[Dataset entries]
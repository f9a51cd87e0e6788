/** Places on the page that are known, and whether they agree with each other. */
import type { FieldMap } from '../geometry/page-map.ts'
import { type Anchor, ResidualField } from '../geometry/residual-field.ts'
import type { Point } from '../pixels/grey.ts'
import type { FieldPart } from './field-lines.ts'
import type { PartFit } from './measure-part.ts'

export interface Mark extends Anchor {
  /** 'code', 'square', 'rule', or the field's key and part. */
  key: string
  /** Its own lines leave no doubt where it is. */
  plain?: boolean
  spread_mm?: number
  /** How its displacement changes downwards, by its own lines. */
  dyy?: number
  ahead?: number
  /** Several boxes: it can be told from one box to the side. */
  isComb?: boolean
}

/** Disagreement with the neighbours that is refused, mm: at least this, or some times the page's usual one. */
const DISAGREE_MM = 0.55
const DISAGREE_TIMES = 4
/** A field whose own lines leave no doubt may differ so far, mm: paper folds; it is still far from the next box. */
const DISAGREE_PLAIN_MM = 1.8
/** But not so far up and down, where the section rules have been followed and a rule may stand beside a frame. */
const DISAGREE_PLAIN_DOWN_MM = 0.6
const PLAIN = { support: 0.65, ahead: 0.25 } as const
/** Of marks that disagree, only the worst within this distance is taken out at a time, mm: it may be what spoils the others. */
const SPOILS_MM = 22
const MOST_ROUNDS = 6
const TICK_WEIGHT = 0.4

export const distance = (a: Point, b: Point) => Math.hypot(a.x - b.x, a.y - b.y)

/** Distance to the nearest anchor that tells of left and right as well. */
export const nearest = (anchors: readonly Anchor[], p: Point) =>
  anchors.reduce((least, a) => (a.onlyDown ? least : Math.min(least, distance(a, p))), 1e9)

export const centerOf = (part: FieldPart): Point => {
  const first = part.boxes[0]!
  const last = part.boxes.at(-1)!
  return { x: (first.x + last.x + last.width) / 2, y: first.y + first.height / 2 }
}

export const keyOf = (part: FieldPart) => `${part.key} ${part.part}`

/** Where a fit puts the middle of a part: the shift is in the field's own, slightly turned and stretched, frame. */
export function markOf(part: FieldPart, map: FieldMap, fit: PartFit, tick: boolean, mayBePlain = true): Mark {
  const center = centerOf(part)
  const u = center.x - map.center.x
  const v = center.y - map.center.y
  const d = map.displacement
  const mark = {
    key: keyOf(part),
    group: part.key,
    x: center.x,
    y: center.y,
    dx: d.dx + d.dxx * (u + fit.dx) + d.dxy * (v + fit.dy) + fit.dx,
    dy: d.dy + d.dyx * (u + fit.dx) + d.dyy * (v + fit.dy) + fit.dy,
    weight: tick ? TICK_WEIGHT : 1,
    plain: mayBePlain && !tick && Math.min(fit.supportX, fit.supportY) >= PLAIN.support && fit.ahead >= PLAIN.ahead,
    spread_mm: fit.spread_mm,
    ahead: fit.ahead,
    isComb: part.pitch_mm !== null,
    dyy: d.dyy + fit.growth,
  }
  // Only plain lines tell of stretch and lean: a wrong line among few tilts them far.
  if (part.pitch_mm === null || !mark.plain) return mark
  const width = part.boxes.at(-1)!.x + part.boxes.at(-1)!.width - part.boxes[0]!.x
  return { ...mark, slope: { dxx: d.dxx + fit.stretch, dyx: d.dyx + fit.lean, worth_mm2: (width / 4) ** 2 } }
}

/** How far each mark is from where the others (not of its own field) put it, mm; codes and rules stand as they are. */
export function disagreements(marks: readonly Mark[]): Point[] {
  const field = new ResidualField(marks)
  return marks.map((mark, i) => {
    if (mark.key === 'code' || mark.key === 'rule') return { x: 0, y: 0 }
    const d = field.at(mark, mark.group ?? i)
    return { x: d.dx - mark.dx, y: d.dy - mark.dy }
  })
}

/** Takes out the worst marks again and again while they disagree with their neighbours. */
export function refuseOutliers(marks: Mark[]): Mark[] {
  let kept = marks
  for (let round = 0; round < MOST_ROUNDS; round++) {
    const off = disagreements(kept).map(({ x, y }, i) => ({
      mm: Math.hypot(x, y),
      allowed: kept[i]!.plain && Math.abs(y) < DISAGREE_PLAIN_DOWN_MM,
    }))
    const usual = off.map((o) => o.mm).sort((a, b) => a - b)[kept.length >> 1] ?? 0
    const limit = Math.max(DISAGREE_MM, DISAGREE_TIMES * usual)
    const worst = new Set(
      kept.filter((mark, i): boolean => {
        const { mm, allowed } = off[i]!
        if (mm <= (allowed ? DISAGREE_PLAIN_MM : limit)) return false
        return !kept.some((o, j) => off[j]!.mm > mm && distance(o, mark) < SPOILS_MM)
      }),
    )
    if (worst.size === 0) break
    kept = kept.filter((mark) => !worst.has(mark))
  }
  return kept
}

What you are asked to do: Start copying at the line that contains "export function refuseOutliers(marks: Mark[]): Mark[]" and stop after the last line of the records, keeping every line exactly.

Finished task:
export function refuseOutliers(marks: Mark[]): Mark[] {
  let kept = marks
  for (let round = 0; round < MOST_ROUNDS; round++) {
    const off = disagreements(kept).map(({ x, y }, i) => ({
      mm: Math.hypot(x, y),
      allowed: kept[i]!.plain && Math.abs(y) < DISAGREE_PLAIN_DOWN_MM,
    }))
    const usual = off.map((o) => o.mm).sort((a, b) => a - b)[kept.length >> 1] ?? 0
    const limit = Math.max(DISAGREE_MM, DISAGREE_TIMES * usual)
    const worst = new Set(
      kept.filter((mark, i): boolean => {
        const { mm, allowed } = off[i]!
        if (mm <= (allowed ? DISAGREE_PLAIN_MM : limit)) return false
        return !kept.some((o, j) => off[j]!.mm > mm && distance(o, mark) < SPOILS_MM)
      }),
    )
    if (worst.size === 0) break
    kept = kept.filter((mark) => !worst.has(mark))
  }
  return kept
}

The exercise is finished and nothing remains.